AIDS vaccine researchers meeting in Atlanta expressed renewed optimism that they might finally be on the path to creating a product that can prevent the deadly HIV infection.
"A few years ago I wasn't even sure that it was possible," said Anthony Fauci, director of the National Institute of Allergy and Infectious Diseases ( NIAID ) . But last year the RV144 trial in Thailand, a trial that many researchers thought was doomed to fail and they tried to stop, showed a surprising 31-percent protection.
Fauci called that an important "proof of concept" of the principle that such a vaccine is possible. "But we still don't know what the correlates of protection are." Correlates are those specific components of the innate and adaptive immune systems that provide that protection.
Colonel Nelson Michael, the U.S. Army researcher who led the Thai study, said collaborators at twenty academic centers are submitting the remaining blood samples from the trial to different analyses, trying to tease out exactly what was going on among those who were protected from infection.
The Army, with the support of NIAID, is planning to begin two mid-sized follow on studies in 2013 in populations with high rates of infection. The study in Thailand will focus on men who have sex with men and female sex workers; the other, in southern Africa, will be among high-risk heterosexual couples.
They hope to use information they gleaned from the initial trial to tweak the components of the vaccine, and perhaps add a second booster shot, to try to generate an improved immune response and level of protection.
Michael is particularly excited about a new combination vaccine that has shown greater protection in a small group of monkeys than has ever been seen before in that animal model.
Neutralizing antibodies
Earlier failures to develop a vaccine that could protect against initial infection led researchers to turn their attention of the T-cell component of the immune system. Several species of monkeys are able to live with the simian version of HIV infection and control the virus quite nicely and live a normal lifespan. The hope was to create a vaccine for humans that might do the same thing.
But the STEP trial of a vaccine made by Merck was stopped in late 2007 when it appeared that the vaccine made people more susceptible to becoming infected with HIV rather than less. It also did not slow disease progression in those who became infected. That put a damper on a T-cell focus on vaccine design.
Then last July, a team at the NIH Vaccine Research Center ( VRC ) announced the discovery of two potent neutralizing antibodies that worked against 91 percent of the different strains of HIV worldwide. Other researchers have since added to that list of antibodies. It had been a dozen years since the last, weaker antibodies had been identified.
John Mascola, one of the team leaders at the VRC, said, "We need to understand not just the final product but how it got there." His work has found that the two antibodies are structurally similar but their amino acid sequences are quite different. It suggests that there may be more than one pathway to the maturation of these neutralizing antibodies.
The developments were made possible by new technologies that allowed researchers to work backwards from potential binding sites on the virus and use reverse engineering to identify the structure of antibodies that could fit into those binding sites, and then isolate the antibodies themselves. These tools have sparked a renaissance of interest in antibody research.
More trials
Lawrence Corey, the University of Washington researcher who heads NIAID's international HIV Vaccine Trials Network, said the field has conducted a major vaccine trial about once every five years. That simply isn't enough; "The pace of conduct is slow by any standard."

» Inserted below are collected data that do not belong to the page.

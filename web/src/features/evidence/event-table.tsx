import type { MotionEvent } from "@restband/solver";
import { useVirtualizer } from "@tanstack/react-virtual";
import { useRef } from "react";
import { classNames } from "../../components/class-names.ts";
import { announce } from "../../components/status.tsx";
import { formatNumber } from "../../format/format-number.ts";
import { columnsOf, eventsCsv, type EventColumn } from "./event-columns.ts";
import { eventWords } from "./event-words.ts";
import type { RunView } from "./run-view.ts";

interface EventTableProps {
  view: RunView;
  /** The cursor's time: its row is marked, and a press on a row moves it there. */
  t: number;
  onMove: (t: number) => void;
}

const ROW = 34;

/** Every event of the run. It scrolls within itself; of a long list only the rows in sight are there. */
export function EventTable({ view, t, onMove }: EventTableProps) {
  const scroller = useRef<HTMLDivElement>(null);
  const { events } = view.result;
  const columns = columnsOf(view);
  const rows = useVirtualizer({
    count: events.length,
    getScrollElement: () => scroller.current,
    estimateSize: () => ROW,
    overscan: 12,
    initialRect: { width: 800, height: 360 },
  });
  const current = currentIndex(events, t);
  const copy = (): void =>
    void navigator.clipboard.writeText(eventsCsv(view)).then(
      () => announce(`${events.length} events copied.`),
      () => announce("The browser does not allow copying here."),
    );
  return (
    <div>
      <div
        ref={scroller}
        tabIndex={0}
        role="region"
        aria-label="Events"
        className="max-h-[352px] overflow-auto border-b border-edge"
      >
        <table className="grid w-full min-w-[640px]" aria-rowcount={events.length + 1}>
          <thead className="sticky top-0 z-10 grid bg-paper">
            <tr className={rowClass(columns.length)}>
              <th scope="col" className="text-left text-13 font-semibold text-quiet">
                Event
              </th>
              {columns.map(({ head }) => (
                <th key={head} scope="col" className="text-right text-13 font-semibold text-quiet">
                  {head}
                </th>
              ))}
            </tr>
          </thead>
          <tbody className="relative grid" style={{ height: rows.getTotalSize() }}>
            {rows.getVirtualItems().map(({ index, start }) => (
              <EventRow
                key={index}
                event={events[index]}
                index={index}
                top={start}
                columns={columns}
                isCurrent={index === current}
                onMove={onMove}
              />
            ))}
          </tbody>
        </table>
      </div>
      <p className="mt-2 text-13 text-quiet">
        {formatNumber(events.length, 7)} events ·{" "}
        <button type="button" className="link" onClick={copy}>
          copy as CSV
        </button>
      </p>
    </div>
  );
}

const rowClass = (columns: number): string =>
  classNames(
    "grid items-center gap-x-4 border-b border-line px-1",
    columns === 5 ? "grid-cols-[1.3fr_repeat(5,1fr)]" : "grid-cols-[1.3fr_repeat(4,1fr)]",
  );

interface EventRowProps {
  event: MotionEvent;
  index: number;
  top: number;
  columns: readonly EventColumn[];
  isCurrent: boolean;
  onMove: (t: number) => void;
}

function EventRow({ event, index, top, columns, isCurrent, onMove }: EventRowProps) {
  return (
    <tr
      aria-rowindex={index + 2}
      aria-current={isCurrent || undefined}
      className={classNames(rowClass(columns.length), "absolute inset-x-0 text-15", isCurrent && "bg-tint")}
      style={{ top, height: ROW }}
    >
      <th scope="row" className="truncate text-left font-normal">
        <button type="button" className="hover:underline" onClick={() => onMove(event.t)}>
          {eventWords[event.kind]}
        </button>
        {isCurrent && <span className="ml-1.5 text-13 text-quiet">cursor is here</span>}
      </th>
      {columns.map(({ head, cell }) => (
        <td key={head} className="figures text-right">
          {cell(event, index)}
        </td>
      ))}
    </tr>
  );
}

/** The row of the event the cursor stands on; −1 in between. */
function currentIndex(events: readonly MotionEvent[], t: number): number {
  return events.findIndex((event) => event.t === t);
}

He pushed for a modification of the traditional approach that favors large phase 3 trials that lead to approval by regulators such as the FDA. Given that correlates of protection for an HIV vaccine are still unknown, he argued for the use of trials designed to learn things rather than immediately seek regulatory approval.
Corey favors wider use of adaptive trial designs that are smaller, allow for modifications along the way, and are quicker to carry out. He wants to see the research community initiate one to four trials a year for the next four years.

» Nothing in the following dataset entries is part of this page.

import type { z } from "@restband/solver";
import type { FieldFault } from "../errors.ts";

type Issue = z.core.$ZodIssue;

/** All faults of a refused request, each with the path of its field (`content.force[0]`) and a sentence. */
export function faultsOf(error: z.ZodError): FieldFault[] {
  return error.issues.flatMap((issue) =>
    issue.code === "unrecognized_keys"
      ? issue.keys.map((key) => ({ path: pathOf([...issue.path, key]), message: "There is no such field." }))
      : [{ path: pathOf(issue.path), message: sentenceOf(issue) }],
  );
}

function pathOf(path: readonly PropertyKey[]): string {
  return path.reduce<string>((text, key) => {
    if (typeof key === "number") return `${text}[${key}]`;
    return text === "" ? String(key) : `${text}.${String(key)}`;
  }, "");
}

function sentenceOf(issue: Issue): string {
  switch (issue.code) {
    case "invalid_type":
      return issue.input === undefined ? "This is missing." : `This has to be ${withArticle(issue.expected)}.`;
    case "too_small":
      return issue.origin === "string" ? atLeast(Number(issue.minimum)) : `At least ${issue.minimum}.`;
    case "too_big":
      return issue.origin === "string" ? `At most ${issue.maximum} characters.` : `At most ${issue.maximum}.`;
    case "invalid_format":
      return issue.format === "email" ? "This is no e-mail address." : `This is no ${issue.format}.`;
    case "invalid_value":
      return `One of ${issue.values.join(", ")}.`;
    default:
      return issue.message;
  }
}

function atLeast(minimum: number): string {
  return minimum === 1 ? "This is empty." : `At least ${minimum} characters.`;
}

function withArticle(type: string): string {
  return /^[aeiou]/.test(type) ? `an ${type}` : `a ${type}`;
}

One of his fears is that evolving new ways of preventing HIV infection will have to be incorporated into a trial beginning in about five years, and that will make vaccine studies more difficult and expensive to conduct.
Among those new tools are microbicides, which had its first trial success this summer, and pre-exposure prophylaxis ( PrEP ) , or the use of anti-HIV drugs such as tenofovir and Truvada, to prevent infections.
Either or both will mean that the incidence of new HIV infections will go down, and vaccine trials will have to enroll more participants and run longer in order obtain sufficient new infections to evaluate differences between those who did and did not receive the vaccine. Dr. Fauci said he anticipates that the size and cost of such trials will double.
As an example, the Thai trial initially proposed to enroll 2,000 participants in the study. But that country began a strong prevention program based primarily around condom use, and the incidence of new infections plummeted. The study eventually had to enroll 16,000 participants.
Money
More than a billion dollars a year is being put into HIV-vaccine research worldwide, with NIH and the Bill and Melinda Gates Foundation contributing about 80 percent of that. Fauci said getting other developed countries involved in this research is not as easy as getting their support for treatment.
Brazil, China, India and South Africa are among those nations that recently have stepped up their vaccine research efforts. It is no coincidence that they also are countries with their own large epidemics.